Hingegen ist die Tat im Fall der Unterlassung (§ 370 Abs. 1 Nr. 2 AO) in dem Zeitpunkt vollendet, in dem ein Schätzbescheid mit zu niedrigen Festsetzungen bekanntgegeben wird (BGH, Beschluss vom 22.8.2012 – 1 StR 317/12).
Beispiel: G gibt keine Einkommensteuererklärung für 2020 ab. Das Finanzamt gibt einen zu niedrigen Schätzbescheid am 3.8.2022 bekannt. Tatvollendung ist dann am 3.8.2022 eingetreten.
Eine Besonderheit ergibt sich bei der Bekanntgabe der Einleitung eines Steuerstrafverfahrens, wie der vorliegende Fall zeigt. Dann führt diese Bekanntgabe dazu, dass die Erklärungspflicht strafrechtlich suspendiert wird, wenn diese Bekanntgabe zeitlich vor der Bekanntgabe des Steuerbescheides erfolgt. Wenn diese Voraussetzung erfüllt ist, tritt trotz Ergehens eines Bescheides keine Tatvollendung ein. Die Tat bleibt dann im Versuchsstadium stecken. So war es im vorliegenden Sachverhalt.
Wenn hingegen kein Schätzbescheid ergeht, so tritt der Taterfolg in dem Zeitpunkt ein, in welchem der Täter bei pflichtgemäßer Erklärungsabgabe spätestens veranlagt worden wäre. Das ist der Fall, wenn die Veranlagungsarbeiten im Finanzamt für die betroffene Steuerart und des betroffenen Veranlagungszeitraumes im Großen und Ganzen abgeschlossen sind (vgl. BGH, Beschluss v. 2.11.2010 – 1 StR 544/09).

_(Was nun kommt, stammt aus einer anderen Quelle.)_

# Main faults. centre = (east, north) offsets in metres from the SW corner of the DEM; the plane
# passes through the ground surface at that point. length = along-strike extent.
FAULTS = [
    dict(fault_id="F1", name="Tavrin Fault", kind="normal", phase="extension",
         centre=(3300.0, 5000.0), dip_dir=98.0, dip=60.0, length=6400.0, net_slip=160.0,
         note="western graben-bounding normal fault, dips east"),
    dict(fault_id="F2", name="Ostrelle Fault", kind="normal", phase="extension",
         centre=(5600.0, 5000.0), dip_dir=282.0, dip=58.0, length=6400.0, net_slip=130.0,
         note="eastern graben-bounding normal fault, dips west"),
    dict(fault_id="F3", name="Kammerdune Thrust", kind="thrust", phase="compression",
         centre=(9400.0, 5600.0), dip_dir=95.0, dip=27.0, length=5400.0, net_slip=380.0,
         note="low-angle thrust, dips east, hanging wall carried west"),
    dict(fault_id="F4", name="Velloch Fault", kind="strike-slip", phase="compression",
         centre=(7600.0, 1500.0), dip_dir=155.0, dip=87.0, length=4200.0, net_slip=300.0,
         note="near-vertical strike-slip fault"),
    dict(fault_id="F5", name="Sernadi Fault", kind="oblique-slip", phase="compression",
         centre=(1500.0, 4900.0), dip_dir=310.0, dip=70.0, length=4000.0, net_slip=140.0,
         note="steep oblique-slip fault, dextral-reverse"),
]

# Marker surfaces before faulting. point = (east offset, north offset, elevation).
MARKERS = [
    dict(marker_id="bed_A", kind="bed", name="top of the Isvarre Limestone",
         dip_dir=352.0, dip=11.0, point=(6000.0, 5000.0, 1150.0)),
    dict(marker_id="dyke_1", kind="dyke", name="western margin of the Toralk dyke",
         dip_dir=188.0, dip=80.0, point=(6000.0, 5150.0, 1200.0)),
]

# Borehole collars: placed `along` metres along strike and `across` metres horizontally in the
# dip direction from a fault's centre point, i.e. on its hanging wall.
BOREHOLES = [
    dict(hole_id="BH-1", fault_id="F1", along=300.0, across=450.0, trend=0.0, plunge=90.0),
    dict(hole_id="BH-2", fault_id="F2", along=-600.0, across=500.0, trend=0.0, plunge=90.0),
    dict(hole_id="BH-3", fault_id="F3", along=400.0, across=1200.0, trend=275.0, plunge=65.0),
    dict(hole_id="BH-4", fault_id="F5", along=-200.0, across=350.0, trend=0.0, plunge=90.0),
    dict(hole_id="BH-5", fault_id="F4", along=300.0, across=200.0, trend=335.0, plunge=60.0),
]
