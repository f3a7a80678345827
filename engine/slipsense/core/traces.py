"""Fault planes from map traces over a DEM, and what follows from a plane: structure contours,
the predicted outcrop trace, and the depth to the plane below points (numpy only).

Traces are ragged and travel as flat arrays (see :class:`Traces`): vertex coordinates, part
offsets, and the trace each part belongs to.  A MultiLineString is one trace of several parts and
is fitted as one plane.

Method (the "rule of Vs" done as a fit): each trace is densified to a spacing (default the DEM cell
size), the DEM is sampled bilinearly under every point, and a total-least-squares plane is fitted
through the 3-D points (:mod:`slipsense.core.planes`).  Uncertainty comes from Monte Carlo draws:
each digitised vertex is moved by independent Gaussian errors of ``sigma_xy_m`` in x and y (the
densified points between two vertices move with them, as a digitising error would), the DEM is
sampled again at the moved points and ``sigma_z_m`` Gaussian error is added to every sample; the
central 95 % of the refitted orientations is the interval.
"""
from __future__ import annotations

from dataclasses import dataclass
from dataclasses import fields as dataclass_fields
from functools import partial

import numpy as np

from ..errors import GeometryError, InputError
from .orientation import line_to_vector, plane_to_normal
from .planes import (GroupFit, PlaneResults, QualityRules, assemble_planes, concat_fits, draw_summary,
                     fit_groups)
from .raster import BlockRaster, Grid, GridSet, _bilinear, contour_segments, sample_bilinear, sample_grouped
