def planes_from_points(points, offsets, *, sigma_xy_m=0.0, sigma_z_m=0.0, draws=0, seed=0,
                       perturb=None, rules=QualityRules()):
    """Fit planes to point groups with Monte Carlo intervals and quality words.

    Parameters
    ----------
    points : (N, 3) metres (east, north, up); NaN rows are ignored.
    offsets : (G + 1,) group boundaries.
    sigma_xy_m, sigma_z_m : float
        1-sigma horizontal and vertical position errors, metres.
    draws : int
        Number of Monte Carlo draws (0: no intervals).
    seed : int
        Seed of the random generator (results are reproducible for a seed).
    perturb : callable, optional
        ``perturb(rng) -> (x, y, z)`` returning one perturbed copy of ``points`` as three (N,)
        arrays (NaN where a draw loses a point).  Default: independent Gaussian errors of ``sigma_xy_m`` in x and y and
        ``sigma_z_m`` in z on every point.  Trace fits pass a perturbation that moves digitised
        vertices and re-samples the DEM.

    Returns
    -------
    PlaneResults
    """
    pts = np.asarray(points, dtype=float)
    fit = fit_groups(pts, offsets)
    g = fit.normal.shape[0]
    mc = None
    if draws and draws > 0 and (sigma_xy_m > 0 or sigma_z_m > 0):
        rng = np.random.default_rng(seed)
        if perturb is None:
            sig = np.array([sigma_xy_m, sigma_xy_m, sigma_z_m], dtype=float)

            def perturb(r):
                q = pts + r.normal(size=pts.shape) * sig
                return q[:, 0], q[:, 1], q[:, 2]

        normals = np.empty((int(draws), g, 3))
        rms2 = np.empty((int(draws), g))
        offs = np.asarray(offsets, dtype=np.intp)
        gid, _ = _group_index(offs, pts.shape[0])
        ref = np.nan_to_num(fit.centroid)
        for i in range(int(draws)):
            normals[i], rms2[i] = _draw_fit(*perturb(rng), offs, gid, ref)
        mc = draw_summary(fit, normals, rms2)
    return assemble_planes(fit, mc, sigma_xy_m, sigma_z_m, rules)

Beispiel: Es wird hier einmal unterstellt, dass im örtlich zuständigen Finanzamt F die Veranlagungsarbeiten für den Zeitraum 2019 am 31.3.2022 zu 95% abgeschlossen worden sind. Dann würde bei einer Nichtabgabe der Einkommensteuererklärung für das Jahr 2019 am 31.3.2022 Tatvollendung eintreten.
Bei nicht fristgerechter Abgabe der Steueranmeldung (USt-Jahreserklärung oder USt-Voranmeldung) tritt die Tatvollendung bereits mit dem Ablauf des Fälligkeitszeitpunktes ein (Tipke/Kruse, AO, § 370 Rz. 97). Bei einer Abgabe unrichtiger oder unvollständiger Steueranmeldungen tritt der Taterfolg bereits mit Eingang der Anmeldung ein, da diese einer Steuerfestsetzung gleichsteht (§ 168 S. 1 AO). Wird jedoch mit der Anmeldung eine Erstattung oder Steuerherabsetzung begehrt, so kommt es zur Vollendung erst mit der Zustimmung des Finanzamtes (§ 168 S. 2 AO).
Wir klären mit unseren Mandanten im Einzelfall, welche Rechtsmittel gegen unberechtigte Schätzungen, Einziehungen und Arreste bestehen und sinnvoll sind (unter anderem, je nach Fall, Aussetzung der Vollziehung und einstweilige Anordnung sowie ggf. in der Folge von Einspruchsverfahren und Klage bis hin zu Revision).